WORK ORDER —
Could you find every line in the records below that contains the word "join" and copy it?

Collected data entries

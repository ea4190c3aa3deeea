"""Hostile input, fail closed: a corpus of several hundred bad inputs (``hostile_corpus``), each
played through the real command line in one process of its own (``hostile_runner``).

Each must give exit status 2 and exactly one line on stderr that names the file and the field,
holds no control character, no traceback and no pint object, takes under a second, and leaves
every file as it was: nothing written, nothing replaced.
"""

from __future__ import annotations

import collections
import json
import re
import subprocess
import sys
from pathlib import Path

import pytest

from reviewer.errors import printable

from .hostile_corpus import as_json, prepare

HERE = Path(__file__).resolve().parent
WARM = HERE.parent / "sample_builds" / "quayside-commuter.toml"
#: Each case's limit: a refusal is a few checks, never a parse of a huge file or a hang.
CASE_SECONDS = 1.0
MIN_CASES = 200


@pytest.fixture(scope="module")
def played(tmp_path_factory: pytest.TempPathFactory) -> tuple[list[dict], list[dict]]:
    folder = tmp_path_factory.mktemp("corpus")
    cases = json.loads(as_json(prepare(folder)))
    listing = folder.parent / "cases.json"
    listing.write_text(json.dumps(cases), encoding="utf-8")
    done = subprocess.run(
        [sys.executable, str(HERE / "hostile_runner.py"), str(listing), str(folder), str(WARM)],
        capture_output=True,
        text=True,
        timeout=120,  # a hang is a defect; this bound only stops the test run
        cwd=folder,
    )
    assert done.returncode == 0, done.stderr[-3000:]
    results = [json.loads(line) for line in done.stdout.splitlines()]
    assert len(results) == len(cases)
    return cases, results


def problems(case: dict, result: dict) -> list[str]:
    """What is wrong with how one case was refused."""
    wrong = []
    if result["code"] != 2:
        wrong.append(f"exit status {result['code']!r}, not 2")
    if result["stdout"]:
        wrong.append(f"wrote to stdout: {result['stdout'][:120]!r}")
    lines = result["stderr"].split("\n")
    if len(lines) != 2 or lines[1] != "":
        wrong.append(f"{len(lines) - 1} lines on stderr: {result['stderr'][:300]!r}")
    line = lines[0]
    if "Traceback" in result["stderr"]:
        wrong.append("a traceback")
    if not line.isprintable():
        wrong.append(f"a control or invisible character in {line[:200]!r}")
    if len(line) > 1100:
        wrong.append(f"a line of {len(line)} characters")
    if "<Quantity" in line or "<Unit" in line or "UnitsContainer" in line:
        wrong.append("a pint object in the line")
    # the file, then its line when the error is about one place in it (``build.toml:12: ``)
    named = re.match(rf"firstride: {re.escape(printable(case['file']))}(?::[0-9]+)?: ", line)
    if named is None:
        wrong.append(f"does not name the file {case['file']!r}: {line[:200]!r}")
    else:
        field = line[named.end() :].split(": ", 1)[0]
        if case["field"] is not None and case["field"] not in field:
            wrong.append(f"field {field[:100]!r}, expected it to name {case['field']!r}")
        if not field:
            wrong.append("no field named")
    if result["changed"]:
        wrong.append(f"changed files: {result['changed'][:3]}")
    if result["seconds"] > CASE_SECONDS:
        wrong.append(f"took {result['seconds']:.2f} s")
    return wrong


def test_the_corpus_is_large_and_covers_every_class(played) -> None:
    cases, _ = played
    kinds = collections.Counter(case["kind"] for case in cases)
    assert len(cases) >= MIN_CASES, kinds
    for kind in (
        "bad quantity",
        "wrong type",
        "control characters in keys",
        "nesting bombs",
        "bad UTF-8",
        "huge files",
        "special files",
        "previous reviews",
        "waivers",
        "outputs",
        "signer names",
    ):
        assert kinds[kind] >= 5, (kind, kinds)
    assert len({case["name"] for case in cases}) == len(cases)


def test_every_bad_input_is_refused_in_one_line(played) -> None:
    cases, results = played
    failures = []
    for case, result in zip(cases, results, strict=True):
        wrong = problems(case, result)
        if wrong:
            failures.append(f"{case['name']}: {'; '.join(wrong)}")
    assert not failures, f"{len(failures)} of {len(cases)} cases:\n" + "\n".join(failures[:40])


@pytest.mark.parametrize(
    ("argv", "expected"),
    [
        (["--require", "0"], "between 1 and"),
        (["--require", "-1"], "between 1 and"),
        (["--require", "two"], "a whole number"),
        (["--trust", "k.pub", "--integrity-only"], "not allowed with"),
    ],
)
def test_verify_usage_errors_exit_2_in_one_line(argv, expected, tmp_path: Path, capsys) -> None:
    from reviewer.cli import main

    review = tmp_path / "r.md"
    review.write_text("# a review\n")
    with pytest.raises(SystemExit) as stopped:
        main(["verify", str(review), *argv])
    assert stopped.value.code == 2
    err = capsys.readouterr().err
    assert len(err.strip().splitlines()) == 1 and expected in err, err


def test_a_fifo_as_the_build_is_refused_by_the_real_program_at_once(tmp_path: Path) -> None:
    fifo = tmp_path / "build.toml"
    import os

    os.mkfifo(fifo)
    done = subprocess.run(
        [sys.executable, "-m", "reviewer", "review", str(fifo)],
        capture_output=True,
        text=True,
        timeout=60,  # reading the FIFO would block for ever: the bound only stops the test
    )
    assert done.returncode == 2
    assert done.stdout == ""
    assert (
        done.stderr
        == f"firstride: {fifo}: (file): a build file (a regular file); this is a named pipe (FIFO)\n"
    )
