"""control.fail-safe: unintended start at power-up, a broken throttle wire, a remote's lost link
and the kill switch."""

from __future__ import annotations

from typing import Any

import pytest
from firstride_rules.control.fail_safe import RULE

from reviewer.findings import Finding, Severity
from reviewer.testing import run_rule_on, variant

# An invented board with a hall throttle and every protection stated.
BOARD: dict[str, Any] = {
    "vehicle": {"name": "test board", "kind": "skateboard"},
    "riders": [{"name": "Ada", "mass": "70 kg", "class": "adult"}],
    "control": {
        "throttle": "hall",
        "power_up_inhibit": True,
        "fault_reads_zero": True,
        "kill_switch": True,
    },
}
REMOTE = {"throttle": "wireless-remote", "power_up_inhibit": True, "kill_switch": True}


def findings(**changes: Any) -> dict[str, Finding]:
    return {f.subject: f for f in run_rule_on(RULE, variant(BOARD, **changes))}


def test_every_protection_stated_passes() -> None:
    assert {f.severity for f in findings().values()} == {Severity.PASS}
    assert set(findings()) == {"start at power-up", "broken throttle wire", "kill switch"}


@pytest.mark.parametrize(
    ("rider_class", "severity"),
    [("adult", Severity.FIX), ("youth", Severity.STOP), ("child", Severity.STOP)],
)
def test_no_power_up_inhibit(rider_class: str, severity: Severity) -> None:
    # EN 17128:2020 names protection against unintended start in its scope (figures not
    # quoted); the severity by rider class is common practice
    riders = [{"name": "Kim", "mass": "40 kg", "class": rider_class}]
    finding = findings(riders=riders, control__power_up_inhibit=False)["start at power-up"]
    assert finding.severity is severity
    assert "control.power_up_inhibit" in (finding.remedy or "")


def test_a_throttle_wire_fault_read_as_full_is_a_stop() -> None:
    # brief 15 (P): a hall throttle whose ground breaks can read full scale
    finding = findings(control__fault_reads_zero=False)["broken throttle wire"]
    assert finding.severity is Severity.STOP


def test_a_remote_without_link_loss_cutoff_is_a_stop() -> None:
    # brief 15 (P): a wireless remote that loses its link must cut drive
    lost = findings(control={**REMOTE, "link_loss_cutoff": False})["remote link loss"]
    assert lost.severity is Severity.STOP
    assert "broken throttle wire" not in findings(control={**REMOTE, "link_loss_cutoff": False})


@pytest.mark.parametrize(
    ("time", "severity"),
    [("0.5 s", Severity.PASS), ("1 s", Severity.PASS), ("1.2 s", Severity.STOP)],
)
def test_link_loss_time_against_the_profile(time: str, severity: Severity) -> None:
    # the profile's 1 s (common practice: radio fail-safes act within about a second);
    # exactly on the limit passes
    control = {**REMOTE, "link_loss_cutoff": True, "link_loss_time": time}
    assert findings(control=control)["remote link loss"].severity is severity


def test_unstated_protections_are_named() -> None:
    finding = findings(control__kill_switch=None)["kill switch"]
    assert finding.severity is Severity.UNASSESSED
    assert finding.missing == ("control.kill_switch",)
    assert findings(control__kill_switch=False)["kill switch"].severity is Severity.FIX
    timed = findings(control={**REMOTE, "link_loss_cutoff": True})["remote link loss"]
    assert timed.missing == ("control.link_loss_time",)
    (none,) = run_rule_on(RULE, variant(BOARD, control=None))
    assert none.missing == ("control",)
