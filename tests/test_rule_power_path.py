"""battery.bms, power.connectors and charging.ratings: the BMS's own ratings, every connector and
switch in the power path, and the charger against the cells, the BMS and the port."""

from __future__ import annotations

from typing import Any

import pytest
from firstride_rules.battery.bms import RULE as BMS
from firstride_rules.charging.ratings import RULE as CHARGING
from firstride_rules.power.connectors import RULE as CONNECTORS

from reviewer.findings import Finding, Severity
from reviewer.testing import run_rule_on, variant

# An invented 10S2P board (42 V full) on a 20 A battery limit, with a friction brake.
BOARD: dict[str, Any] = {
    "vehicle": {"name": "test board", "kind": "skateboard", "mass": "8 kg"},
    "riders": [{"name": "Ada", "mass": "70 kg", "class": "adult"}],
    "battery": {
        "chemistry": "li-ion",
        "cells_series": 10,
        "cells_parallel": 2,
        "cell_max_charge_current": "1.5 A",
        "charger_voltage": "42 V",
        "bms": {
            "guards_discharge": True,
            "continuous_discharge_current": "20 A",
            "peak_discharge_current": "40 A",
            "charge_current": "5 A",
            "low_temperature_charge_cutoff": True,
        },
    },
    "motors": [{"name": "rear", "type": "brushless", "winding_resistance": "0.1 ohm"}],
    "controller": {
        "drive": "field-oriented",
        "motor_current_limit": "30 A",
        "motor_current_basis": "peak",
        "battery_current_limit": "20 A",
        "regen": True,
        "regen_current_limit": "4 A",
    },
    "brakes": [{"kind": "friction", "acts_on": "front", "deceleration": "4 m/s^2"}],
    "charger": {"current": "3 A", "port_current_rating": "5 A", "port_voltage_rating": "60 V"},
    "connectors": [
        {
            "name": "loop key",
            "kind": "anti-spark",
            "circuit": "battery",
            "current_rating": "20 A",
            "voltage_rating": "60 V",
        },
        {
            "name": "motor bullets",
            "circuit": "phase",
            "current_rating": "40 A",
            "voltage_rating": "60 V",
        },
    ],
}


def findings(rule: Any, data: dict[str, Any]) -> dict[str, Finding]:
    return {f.subject: f for f in run_rule_on(rule, data)}


def board(**changes: Any) -> dict[str, Any]:
    return variant(BOARD, **changes)


# --- battery.bms ---------------------------------------------------------------------------


def test_bms_ratings_against_the_drive_and_the_charge() -> None:
    found = findings(BMS, BOARD)
    # the drive's demand is the 20 A battery limit: exactly on the continuous rating passes
    assert found["BMS continuous discharge rating"].measured.m_as("A") == pytest.approx(20.0)
    assert {f.severity for f in found.values()} == {Severity.PASS}
    # the larger of the charger's 3 A and the 4 A regen current against the 5 A charge rating
    assert found["BMS charge rating"].measured.m_as("A") == pytest.approx(4.0)


def test_a_bms_below_the_drive_is_not_a_pass() -> None:
    weak = board(battery__bms__peak_discharge_current="15 A")
    peak = findings(BMS, weak)["BMS peak discharge rating"]
    assert peak.severity is Severity.FIX  # a friction brake stays when the pack is cut
    electric = variant(weak, brakes=[{"kind": "regenerative", "acts_on": "motor"}])
    assert findings(BMS, electric)["BMS peak discharge rating"].severity is Severity.STOP
    cont = findings(BMS, board(battery__bms__continuous_discharge_current="15 A"))
    assert cont["BMS continuous discharge rating"].severity is Severity.FIX
    regen = findings(BMS, board(controller__regen_current_limit="8 A"))["BMS charge rating"]
    assert regen.severity is Severity.FIX
    assert "regenerative brake vanishes" in regen.rationale


def test_a_charge_only_bms_and_the_old_field() -> None:
    charge_only = findings(BMS, board(battery__bms={"guards_discharge": False}))
    assert charge_only["BMS discharge protection"].severity is Severity.FIX
    (none,) = run_rule_on(BMS, board(battery__bms={"fitted": False}))
    assert none.severity is Severity.PASS and "battery.protection" in none.rationale
    unstated = findings(BMS, board(battery__bms={"guards_discharge": True}))
    assert unstated["BMS peak discharge rating"].missing == ("battery.bms.peak_discharge_current",)
    with pytest.raises(ValueError, match=r"\[battery.bms\]"):
        run_rule_on(BMS, board(battery__bms=True))


# --- power.connectors ----------------------------------------------------------------------


def test_connector_currents() -> None:
    found = findings(CONNECTORS, BOARD)
    key = found["anti-spark 'loop key' current rating"]
    assert key.measured.m_as("A") == pytest.approx(20.0)  # the battery limit, exactly rated
    assert key.severity is Severity.PASS
    # brief 11: a locked rotor held at the 30 A peak phase limit (DC-equivalent 25.98 A)
    bullets = found["connector 'motor bullets' current rating"]
    assert bullets.measured.m_as("A") == pytest.approx(30.0, rel=1e-6)
    assert found["pre-charge of the controller's capacitors"].severity is Severity.PASS


def test_a_36_volt_connector_on_a_42_volt_pack_is_not_a_pass() -> None:
    # 10 x 4.2 V = 42 V full (from memory: Li-ion full charge); a 36 V-class part is below it
    low = variant(BOARD)
    low["connectors"][1]["voltage_rating"] = "36 V"
    assert findings(CONNECTORS, low)["connector 'motor bullets' voltage rating"].severity is (
        Severity.FIX
    )
    switch = variant(BOARD)
    switch["connectors"][0] = {
        **switch["connectors"][0],
        "kind": "switch",
        "voltage_rating": "36 V",
    }
    assert findings(CONNECTORS, switch)["switch 'loop key' voltage rating"].severity is (
        Severity.STOP
    )


def test_pre_charge_above_the_threshold() -> None:
    # brief 15 (P): a controller bank above about 30-40 V needs a pre-charge (30 V taken)
    plain = variant(BOARD)
    plain["connectors"][0] = {**plain["connectors"][0], "kind": "connector", "precharge": False}
    assert findings(CONNECTORS, plain)["pre-charge of the controller's capacitors"].severity is (
        Severity.FIX
    )
    small = variant(plain, battery__cells_series=7)  # 29.4 V
    assert findings(CONNECTORS, small)["pre-charge of the controller's capacitors"].severity is (
        Severity.PASS
    )
    unsaid = variant(BOARD)
    unsaid["connectors"][0] = {**unsaid["connectors"][0], "kind": "connector"}
    precharge = findings(CONNECTORS, unsaid)["pre-charge of the controller's capacitors"]
    assert precharge.missing == ("connectors[0].precharge",)


def test_connectors_unlisted_or_none() -> None:
    (unlisted,) = run_rule_on(CONNECTORS, board(connectors=None))
    assert unlisted.missing == ("connectors",)
    (none,) = run_rule_on(CONNECTORS, board(connectors=[]))
    assert none.severity is Severity.PASS


# --- charging.ratings ----------------------------------------------------------------------


def test_charger_current_into_the_cells() -> None:
    # 3 A over 2 strings is 1.5 A per cell: exactly the cells' rating passes
    found = findings(CHARGING, BOARD)
    assert found["charger current into the cells"].measured.m_as("A") == pytest.approx(1.5)
    assert found["charger current into the cells"].severity is Severity.PASS
    over = findings(CHARGING, board(charger__current="4 A"))["charger current into the cells"]
    assert over.severity is Severity.FIX
    assert "at most 3 A" in (over.remedy or "")


def test_charge_port_and_cold_charging() -> None:
    found = findings(CHARGING, board(charger__port_current_rating="2 A"))
    assert found["charge port current rating"].severity is Severity.FIX
    assert found["charge port voltage rating"].severity is Severity.PASS
    assert found["charging below 0 °C"].severity is Severity.PASS
    # lithium cell datasheets (from memory): no charge below 0 degC
    cold = findings(CHARGING, board(battery__bms__low_temperature_charge_cutoff=None))
    assert cold["charging below 0 °C"].severity is Severity.ADVISE
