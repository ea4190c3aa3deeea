"""The charts (reviewer.plots): their numbers against the road-load physics, their SVG against
itself (byte-identical renders, escaped build text) and matplotlib imported only when drawing."""

from __future__ import annotations

import itertools
import math
import os
import subprocess
import sys
import textwrap
import tomllib
import xml.etree.ElementTree as ET
from typing import Any

import pytest
from firstride_rules.speed.rider_class import RULE as SPEED_RULE

from reviewer import plots
from reviewer.engineering.roadload import Drive, DriveMotor
from reviewer.session import default_profile
from reviewer.testing import make_build, rule_outputs, variant
from reviewer.units import format_number

from .conftest import ROOT, SAMPLES

G = 9.80665  # m/s^2, CGPM standard gravity
RHO = 1.225  # kg/m^3, ISA sea-level air density
QUAYSIDE: dict[str, Any] = tomllib.loads(
    (SAMPLES / "quayside-commuter.toml").read_text(encoding="utf-8")
)
HOSTILE = "<script>alert(1)</script> & $x$"

# An invented hub drive, easy to follow by hand: 42 V, Kv 100 rpm/V, 0.1 ohm, 20 A limit,
# 5:1 onto a 200 mm wheel. Wheel force under the limit: 20 A x 9.5493/100 x 5 / 0.1 m = 95.5 N.
TEST_DRIVE = Drive(
    motors=(DriveMotor(kv_rpm_per_v=100.0, branch_resistance=0.1),),
    full_voltage=42.0,
    reduction=5.0,
    wheel_radius=0.1,
    rolling_resistance=0.01,
    drag_area=0.6,
    current_limit=20.0,
)


def _svg_texts(svg: str) -> list[str]:
    """Every text element's content, parsed as XML (which also proves the SVG well formed)."""
    root = ET.fromstring(svg)
    return ["".join(el.itertext()) for el in root.iter("{http://www.w3.org/2000/svg}text")]


def _run(code: str, **env: str) -> subprocess.CompletedProcess[str]:
    return subprocess.run(
        [sys.executable, "-c", textwrap.dedent(code)],
        capture_output=True,
        text=True,
        cwd=ROOT,
        env={**os.environ, **env},
        timeout=120,
        check=False,
    )


# --- Numbers, no matplotlib needed -----------------------------------------------------------


def test_road_load_curve_meets_the_brief_check_value() -> None:
    # Domain brief section 3, check value (D): 100 kg, Crr 0.01, CdA 0.6 m^2, 25 km/h: 27.53 N.
    data = plots.operating_data_for(TEST_DRIVE, [("check", 100.0)])
    index = data.speeds_kmh.index(25.0)
    assert data.loads[0].force_n[index] == pytest.approx(27.53, abs=0.005)


def test_top_speed_is_where_drive_force_meets_road_load() -> None:
    # Brief section 3: top speed is the v where the drive's wheel force equals the road load
    # F = m g (Crr cos(theta) + sin(theta)) + 0.5 rho CdA v^2, written out here on its own.
    data = plots.operating_data_for(TEST_DRIVE, [("check", 100.0)], 4.0)
    force = plots.operating.full_throttle_force(TEST_DRIVE)
    for load in data.loads:
        v = load.top_speed_kmh / 3.6
        theta = math.atan(load.grade_percent / 100.0)
        by_hand = 100.0 * G * (0.01 * math.cos(theta) + math.sin(theta)) + 0.5 * RHO * 0.6 * v * v
        assert force(v) == pytest.approx(by_hand, rel=1e-6)
        assert load.top_force_n == pytest.approx(by_hand, rel=1e-6)


def test_operating_chart_top_speed_is_the_speed_rules() -> None:
    build, profile = make_build(QUAYSIDE), default_profile()
    _, figures, _ = rule_outputs(SPEED_RULE, build, profile)
    rule_kmh = next(f for f in figures if f.name == "top speed, rider 'Morgan'").value.magnitude
    data = plots.operating_data(build, profile)
    assert data is not None
    flat = next(load for load in data.loads if load.grade_percent == 0)
    assert flat.top_speed_kmh == pytest.approx(rule_kmh, rel=1e-9)
    assert [load.grade_percent for load in data.loads] == [0.0, 2.5]  # usage.steepest_grade
    pytest.importorskip("matplotlib")
    svg = plots.operating_svg(data)
    assert f"Morgan, flat: {format_number(rule_kmh)} km/h" in _svg_texts(svg)


def test_speed_against_grade_never_rises_and_stops_where_the_drive_cannot_hold() -> None:
    riders = [("light", 70.0), ("heavy", 140.0)]
    data = plots.grade_data_for(TEST_DRIVE, riders)  # no steepest grade: 0-15 %
    assert data.grades_percent[0] == 0 and data.grades_percent[-1] == 15.0
    for curve in data.curves:
        speeds = curve.speeds_kmh
        assert all(b <= a for a, b in itertools.pairwise(speeds))
    # The heaviest steady climb under the 20 A limit, from the road load alone (brief section
    # 3 at walking speed, drag nil): m g (Crr cos(theta) + sin(theta)) = 95.49 N.
    pull = 20.0 * 60 / (2 * math.pi * 100.0) * 5.0 / 0.1
    k = pull / (140.0 * G)
    theta = math.asin(k / math.hypot(1.0, 0.01)) - math.atan(0.01)
    limit_grade = 100.0 * math.tan(theta)  # 5.97 %
    heavy = data.curves[1]
    stall = heavy.first_stall(data.grades_percent)
    assert stall is not None and limit_grade <= stall < limit_grade + 15.0 / 60 + 1e-9
    below = [v for g, v in zip(data.grades_percent, heavy.speeds_kmh, strict=True) if g < stall]
    assert below and all(v > 0 for v in below)


def test_speed_against_grade_of_a_sample_starts_at_the_flat_top_speed() -> None:
    build, profile = make_build(QUAYSIDE), default_profile()
    grade, operating = plots.grade_data(build, profile), plots.operating_data(build, profile)
    assert grade is not None and operating is not None
    assert grade.grades_percent[-1] == 2.5 and grade.steepest_given == 2.5
    speeds = grade.curves[0].speeds_kmh
    assert speeds[0] == pytest.approx(operating.loads[0].top_speed_kmh, rel=1e-12)
    assert speeds[-1] == pytest.approx(operating.loads[1].top_speed_kmh, rel=1e-12)
    assert all(b <= a for a, b in itertools.pairwise(speeds))


def test_charts_of_a_build_without_the_drive_inputs_are_none() -> None:
    build = make_build(variant(QUAYSIDE, riders=[]))
    assert plots.operating_data(build, default_profile()) is None
    assert plots.grade_data(build, default_profile()) is None


def test_budget_helper_skips_unknown_ratings() -> None:
    data = variant(QUAYSIDE)
    data["connectors"][0].pop("current_rating")  # pack plug: rating not known
    data["wires"][1].pop("temperature_rating")  # pack negative: no ampacity without it
    items = plots.budget_items(make_build(data), default_profile())
    names = [item.name for item in items]
    assert "connector 'pack plug'" not in names and "wire 'pack negative'" not in names
    assert "wire 'pack positive'" in names and "fuse 'main fuse'" in names
    assert all(item.rating_a is not None for item in items)
    fuse = next(item for item in items if item.name == "fuse 'main fuse'")
    assert fuse.rating_a == 20.0  # the build's fuse rating, as given


def test_budget_of_the_sample_uses_the_rules_pack_demand() -> None:
    from firstride_rules._shared.demand import pack_demand

    build = make_build(QUAYSIDE)
    items = plots.budget_items(build, default_profile())
    pack = next(item for item in items if item.name == "pack (cells, continuous)")
    assert pack.carried_a == pack_demand(build).current
    assert pack.rating_a == pytest.approx(15.0 * 3)  # 15 A cells x 3 strings, as given


def test_ride_series_are_checked() -> None:
    with pytest.raises(ValueError, match="differ in length"):
        plots.RideSeries.of([0, 1], [20, 21], [29])
    with pytest.raises(ValueError, match="must not decrease"):
        plots.RideSeries.of([0, 2, 1], [20, 21, 22], [29, 29, 29])
    assert plots.RideSeries.of([0, 1, 2], [20, 25, 24], [29, 28, 28]).peak_temperature() == (
        1.0,
        25.0,
    )


# --- Import discipline ------------------------------------------------------------------------


def test_importing_the_package_does_not_import_matplotlib() -> None:
    result = _run(
        """
        import sys
        import reviewer.plots
        from reviewer.plots import operating_data
        print("matplotlib" in sys.modules, "matplotlib.pyplot" in sys.modules)
        """
    )
    assert result.returncode == 0, result.stderr
    assert result.stdout.split() == ["False", "False"]


def test_without_matplotlib_the_charts_name_the_extra() -> None:
    result = _run(
        """
        import sys
        sys.modules["matplotlib"] = None  # as if it were not installed
        from reviewer import plots
        assert not plots.available()
        try:
            plots.ride_svg([0, 1], [20, 21], [29, 28])
        except plots.PlotsUnavailable as error:
            print(error)
        """
    )
    assert result.returncode == 0, result.stderr
    assert "pip install 'firstride[plots]'" in result.stdout


# --- The SVG ----------------------------------------------------------------------------------


def _all_charts(riders: list[dict[str, Any]] | None = None) -> dict[str, str]:
    data = variant(QUAYSIDE) if riders is None else variant(QUAYSIDE, riders=riders)
    build, profile = make_build(data), default_profile()
    charts = {
        "operating": plots.operating_chart(build, profile),
        "grade": plots.grade_chart(build, profile),
        "budget": plots.budget_chart(build, profile),
        "ride": plots.ride_svg(
            [60.0 * i for i in range(31)],
            [30.0 + 60.0 * (1 - math.exp(-i / 8)) for i in range(31)],
            [29.0 - 0.1 * i for i in range(31)],
            insulation_limit_c=155.0,
            cutoff_v=21.0,
        ),
    }
    assert all(svg is not None for svg in charts.values())
    return {name: svg for name, svg in charts.items() if svg is not None}


def test_two_renders_are_byte_identical() -> None:
    pytest.importorskip("matplotlib")
    first, second = _all_charts(), _all_charts()
    assert first == second


def test_renders_in_other_processes_are_byte_identical() -> None:
    pytest.importorskip("matplotlib")
    here = plots.operating_chart(make_build(QUAYSIDE), default_profile())
    code = """
        import sys, tomllib
        from reviewer import plots
        from reviewer.session import default_profile
        from reviewer.testing import make_build
        with open("sample_builds/quayside-commuter.toml", "rb") as f:
            build = make_build(tomllib.load(f))
        sys.stdout.write(plots.operating_chart(build, default_profile()))
    """
    for seed in ("1", "2"):
        result = _run(code, PYTHONHASHSEED=seed)
        assert result.returncode == 0, result.stderr
        assert result.stdout == here


def test_svg_has_text_as_text_and_no_date_or_creator() -> None:
    pytest.importorskip("matplotlib")
    for name, svg in _all_charts().items():
        assert "<dc:date>" not in svg and "<dc:creator>" not in svg, name
        assert "Matplotlib" not in svg, name
        assert "<text" in svg and 'id="DejaVuSans-' not in svg, name  # no glyph outlines
        assert _svg_texts(svg), name
    texts = _svg_texts(_all_charts()["ride"])
    assert "insulation limit 155 °C" in texts
    assert "low-voltage cut-off 21 V" in texts


def test_build_text_is_escaped() -> None:
    pytest.importorskip("matplotlib")
    riders = [{"name": HOSTILE, "mass": "78 kg", "class": "adult"}]
    charts = _all_charts(riders)
    charts["budget"] = plots.budget_svg([(HOSTILE, 10.0, None), ("fuse", 25.0, 20.0)], HOSTILE)
    for name in ("operating", "grade", "budget"):
        svg = charts[name]
        assert "<script" not in svg, name
        assert "&lt;script&gt;" in svg, name
        assert any(HOSTILE in text for text in _svg_texts(svg)), name  # and $x$ is no mathtext


def test_budget_marks_a_part_over_its_rating_in_words() -> None:
    pytest.importorskip("matplotlib")
    svg = plots.budget_svg([("fuse", 25.0, 20.0), ("wire", 10.0, 30.0), ("plug", 10.0, None)])
    texts = _svg_texts(svg)
    assert "25 A of 20 A (125 %) OVER" in texts
    assert "10 A of 30 A (33.3 %)" in texts
    assert "10 A, rating not known" in texts
    with pytest.raises(ValueError):
        plots.budget_svg([])
    with pytest.raises(ValueError):
        plots.budget_svg([("fuse", math.nan, 20.0)])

EXERCISE ANSWER —
            failures.append(f"{case['name']}: {'; '.join(wrong)}")
    assert not failures, f"{len(failures)} of {len(cases)} cases:\n" + "\n".join(failures[:40])
    return ["".join(el.itertext()) for el in root.iter("{http://www.w3.org/2000/svg}text")]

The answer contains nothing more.